Lets have a colony with mines, labs, factories, and manufactories.
if a player starts mining, researching or building military stuff, his population go to work with priority in their respective buildings. Whatever pop is left (not needed to man the labs, factories and mines) will work in the manufactories producing income. If the player does not use his labs, mines and factories, more population can work in the manufactories (but only if those manufactories actually exist in the colony) leading to more money income for the player.
All working population cost salary, but population working in manufactories give income.
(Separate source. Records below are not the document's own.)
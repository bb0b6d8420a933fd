"use client";
// The notes screens' reads and writes: one list per production, refreshed after every write.
import { useMutation, useQuery, useQueryClient } from "@tanstack/react-query";
import { apiFetch } from "@/lib/http/api-client";
import type { CurrentCueDto, NoteDto } from "@/lib/notes/dto";
import type { WorkCallStop } from "@/lib/notes/work-call";

export const notesKey = (productionId: number) => ["productions", productionId, "notes"] as const;
const api = (productionId: number) => `/api/productions/${productionId}/notes`;

export function useNotes(productionId: number, initial: NoteDto[]) {
  return useQuery({
    queryKey: notesKey(productionId),
    queryFn: async () => (await apiFetch<{ notes: NoteDto[] }>(api(productionId))).notes,
    initialData: initial,
  });
}

export function useWorkCall(productionId: number, initial: WorkCallStop[]) {
  return useQuery({
    queryKey: [...notesKey(productionId), "work-call"],
    queryFn: async () => (await apiFetch<{ stops: WorkCallStop[] }>(`${api(productionId)}/work-call`)).stops,
    initialData: initial,
  });
}

export type NoteWrite = Partial<
  Omit<
    NoteDto,
    | "id"
    | "productionId"
    | "authorId"
    | "createdAt"
    | "updatedAt"
    | "closedBy"
    | "closedAt"
    | "origin"
    | "showReportId"
    | "runningCueId"
    | "runningCueNumber"
  >
>;

export function useNoteWrites(productionId: number) {
  const qc = useQueryClient();
  const refresh = () => qc.invalidateQueries({ queryKey: notesKey(productionId) });
  const create = useMutation({
    mutationFn: (note: NoteWrite) => apiFetch<{ note: NoteDto }>(api(productionId), { method: "POST", json: note }),
    onSettled: refresh,
  });
  const update = useMutation({
    mutationFn: ({ id, version, changes }: { id: number; version: number; changes: NoteWrite }) =>
      apiFetch<{ note: NoteDto }>(`${api(productionId)}/${id}`, { method: "PATCH", json: { version, ...changes } }),
    onSettled: refresh,
  });
  const remove = useMutation({
    mutationFn: (id: number) => apiFetch<{ ok: true }>(`${api(productionId)}/${id}`, { method: "DELETE" }),
    onSettled: refresh,
  });
  return { create, update, remove };
}

export function useCurrentCue(productionId: number, initial: CurrentCueDto) {
  const qc = useQueryClient();
  const key = [...notesKey(productionId), "current-cue"];
  const query = useQuery({
    queryKey: key,
    queryFn: async () => (await apiFetch<{ currentCue: CurrentCueDto }>(`${api(productionId)}/current-cue`)).currentCue,
    initialData: initial,
    refetchInterval: 15_000,
  });
  const set = useMutation({
    mutationFn: (cueId: number | null) =>
      apiFetch<{ currentCue: CurrentCueDto }>(`${api(productionId)}/current-cue`, { method: "PUT", json: { cueId } }),
    onSuccess: (r) => qc.setQueryData(key, r.currentCue),
  });
  return { current: query.data, set };
}

export { type SpotAnswer, useSpot } from "@/hooks/use-spot";
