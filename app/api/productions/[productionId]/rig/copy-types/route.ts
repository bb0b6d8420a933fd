import { z } from "zod";
import { route, readJson } from "@/lib/http/respond";
import { requireMember } from "@/lib/auth/guards";
import { AppError } from "@/lib/errors";
import { getProductionsByUser } from "@/lib/data/productions";
import { getFixtureTypesByProduction } from "@/lib/data/fixture-types";
import { addFixtureTypes, typeInputOf } from "@/lib/data/type-copies";

type Ctx = { params: Promise<{ productionId: string }> };

const body = z
  .object({
    fromProductionId: z
      .number({ error: "fromProductionId: choose the production to copy from" })
      .int({ error: "fromProductionId: choose the production to copy from" })
      .positive({ error: "fromProductionId: choose the production to copy from" }),
    /** Which of its types; leave it out for all of them. */
    names: z
      .array(z.string().max(80), { error: "names must be a list of type names" })
      .min(1, { error: "Choose at least one type" })
      .max(500)
      .optional(),
  })
  .strict();

/** The designer's other productions and their fixture types, to copy from. */
export const GET = route(async (_req, { params }: Ctx) => {
  const { productionId, user } = await requireMember((await params).productionId, "plot.edit");
  const others = (await getProductionsByUser({ userId: user.id })).filter((p) => p.id !== productionId);
  const sources = [];
  // One production at a time: a list of a person's productions is short, and no transaction is open.
  for (const p of others) {
    const types = await getFixtureTypesByProduction({ productionId: p.id });
    if (types.length)
      sources.push({
        productionId: p.id,
        name: p.name,
        archived: p.archivedAt != null,
        types: types.map((t) => ({
          name: t.name,
          family: t.family,
          coneMinDeg: t.coneMinDeg,
          coneMaxDeg: t.coneMaxDeg,
        })),
      });
  }
  return { sources };
});

/** Copies types (their figures) from another production the caller is a member of; names already here are skipped. */
export const POST = route(async (req, { params }: Ctx) => {
  const { productionId, user } = await requireMember((await params).productionId, "plot.edit");
  const { fromProductionId, names } = await readJson(req, body);
  if (fromProductionId === productionId)
    throw new AppError("bad_request", "Choose another production to copy from; these types are already here.", {
      fieldErrors: { fromProductionId: ["is this production"] },
    });
  // Reading the source needs membership of it too: an outsider learns nothing of it (404).
  await requireMember(fromProductionId);
  const source = await getFixtureTypesByProduction({ productionId: fromProductionId });
  const wanted = names ? new Set(names.map((n) => n.trim().toLowerCase())) : null;
  const picked = wanted ? source.filter((t) => wanted.has(t.name.trim().toLowerCase())) : source;
  if (names) {
    const found = new Set(picked.map((t) => t.name.trim().toLowerCase()));
    const missing = names.filter((n) => !found.has(n.trim().toLowerCase()));
    if (missing.length)
      throw new AppError("bad_request", `That production has no type called ${missing.join(", ")}.`, {
        fieldErrors: { names: ["not a type of that production"] },
      });
  }
  if (!picked.length)
    throw new AppError("bad_request", "That production has no fixture types to copy.", {
      fieldErrors: { fromProductionId: ["has no fixture types"] },
    });
  const { added, skipped } = await addFixtureTypes({
    productionId,
    userId: user.id,
    types: picked.map(typeInputOf),
  });
  return Response.json({ fixtureTypes: added, skipped }, { status: added.length ? 201 : 200 });
});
By increasing the size of the population the salary per worker rises (bigger organizations need more managers) so the bigger the colony the more expensive it will be to produce there, aside from the extra costs of surpassing Facility Points (FPs). This encourages building multiple medium-sized colonies instead of one big colony.
Tax rate can be removed, morale (which only drops because of unemployment or lack of housing) is only needed for determining population growth or decline. If there are not enough manufactories (e.g. when the player is using too many facility points, or the manufactories are still under construction), A player can opt to pay unemployment benefits (welfare) to prevent population from leaving when he does not use his factories, his population leaving because there is no work.
The result is roughly the same as the current system but more realistic. By tweaking the link between salary level (pop does not like to live in an overcrowded city or nearly alone somewhere far away in space), and population size or colony location, the game masters can financially encourage or punish certain colony setups by players.
I like the idea of replacing taxes with a facility that produces income. At least that way you have to make a tradeoff rather than just making money from everyone regardless of what they're doing.
Another possibility is the idea you mentioned about selling goods to an NPC trader, only instead of requiring the player to take the goods too the trader, just allow the player to sell to the NPC via the Tradepost.
If we wanted to expand on it, we could have a variety of consumer goods on a list with various properties that they like. Then allow the player to build a particular good using a particular mineral/material and have the price paid to the player go up with materials that more closely match the desired properties. Allow the manufacture of consumer goods with no minerals for the lowest income, as well as the manufacture of goods with minerals or materials for better income (vastly higher for a close or perfect match to the desired properties). You could imagine, for example, consumer car production.